Aus einer israelischen Perspektive betrachtet, hat man sich zu sehr auf den Nah-Ost Konflikt als solchem konzentriert und dabei anderen Konflikte außer Acht gelassen. Die Europäer hätten auf den Beginn der arabischen Revolutionen teilweise panisch reagiert. Dabei seien die Bewegungen in Tunis, Ägypten, Libyen oder Syrien unterschiedlicher Natur. Die Anti-Mubarak Bewegung betrachtete Mubarak als Helfer Israels, was aus israelischer Sichtweise nur als historische Ironie aufzufassen sei. Europas Aufgabe wird es sein, die Anti-Mubarak Bewegung zu fördern. Im gleichen Moment sollte Israel aber nicht mehr Mittelpunkt der Auseinandersetzung sein.
Die Vereinigten Staaten sehen sich weiterhin in der Beobachterposition. Sie anerkennen das Selbstbestimmungsrecht der Völker, welche sich in Demokratie und freien Wahlen manifestiert. Auch favorisieren sie die Zweistaatenlösung, lehnen aber auch eine aufkeimende Siedlungsaktivität seitens Israels ab.
Aus einem politikwissenschaftlichen Blickwinkel betrachtet, ist der Umbruchprozess im Nahen Osten, mit demjenigen Ost-Europas Ende der 1980er/ Anfang der 1990er ohne weiteres vergleichbar. Die Herausforderung Europas wird es sein, sich mit neuen, durchaus selbstbewussten Akteuren in der Region auseinanderzusetzen. Es muss eine Art von „Vorschuß-Vetrauen“ an neuaufkommende Akteure leisten, ohne wirklich zu wissen, mit wem es eigentlich zu tun hat. Europa sollte sich nicht von Nebenkriegsschauplätzen wie den libyschen Konflikt ablenken lassen, sondern sich um die Schlüsselländer in der Region wie zum Beispiel Ägypten kümmern. Es wäre anmaßend, den Gewinner in der Region zu bestimmen. Das steht den Europäern nicht zu. Es bedarf eines europäischen „Marshallplans“ für die Region, was auch ein europäisches Bildungsprogramm für die Mittelmeeranrainerstaaten mit einbezieht.
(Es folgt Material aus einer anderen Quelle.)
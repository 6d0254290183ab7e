package dev.countercheck.report;

import java.io.BufferedOutputStream;
import java.io.FilterOutputStream;
import java.io.IOException;
import java.io.OutputStream;
import java.nio.channels.Channels;
import java.nio.channels.FileChannel;
import java.nio.file.AtomicMoveNotSupportedException;
import java.nio.file.Files;
import java.nio.file.Path;
import java.nio.file.StandardCopyOption;
import java.nio.file.StandardOpenOption;

/** The two file operations of an {@link OutputSet}: write a new file to disk, rename it into place. */
final class ReportFiles {

    private ReportFiles() {
    }

    /**
     * Writes a new file (it must not exist) and forces it to disk. The file is created like any
     * new file (permissions from the umask), not with the owner-only permissions of {@link
     * Files#createTempFile}, so that a report stays readable by whoever could read the folder's
     * other files.
     */
    static void write(Path file, OutputSet.Content content) throws IOException {
        try (FileChannel channel = FileChannel.open(file, StandardOpenOption.CREATE_NEW, StandardOpenOption.WRITE)) {
            OutputStream out = new BufferedOutputStream(Channels.newOutputStream(channel), OutputSet.BUFFER);
            content.writeTo(new Unclosed(out));
            out.flush();
            channel.force(true);
        }
    }

    /** A stream whose {@code close} only flushes: a writer that closes what it is given leaves the file to be forced here. */
    private static final class Unclosed extends FilterOutputStream {
        Unclosed(OutputStream out) {
            super(out);
        }

        @Override
        public void write(byte[] b, int off, int len) throws IOException {
            out.write(b, off, len);
        }

        @Override
        public void close() throws IOException {
            flush();
        }
    }

    /** Renames {@code from} onto {@code to} in one atomic step, or with replace where the file system cannot. */
    static void move(Path from, Path to) throws IOException {
        try {
            Files.move(from, to, StandardCopyOption.ATOMIC_MOVE);
        } catch (AtomicMoveNotSupportedException e) {
            Files.move(from, to, StandardCopyOption.REPLACE_EXISTING);
        }
    }
}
Dazu gehört auch, dass Europa offener gegenüber Immigranten mit qualifizierter Ausbildung wird. Das Know-How wird in Europa gebraucht und sollte nicht ungenutzt bleiben.
Zweifelsohne beruhte der allgemeine Konsens an diesem Tag auf der Tatsache, dass Europa sich stärker den Nah-Ost Prozess einbringt und die Revolution fördert, ohne aber ihre Finalität zu bestimmen. Europa muss also aktiver werden, um nicht als krank und gebrechlich wahrgenommen zu werden. Es könnte also seinem dynamischen und innovativen Anspruch gerecht werden, scheint sich aber -zumindest in manchen Staaten--noch allzu gerne in der Rolle des alten gebrechlichen Mannes zu gefallen.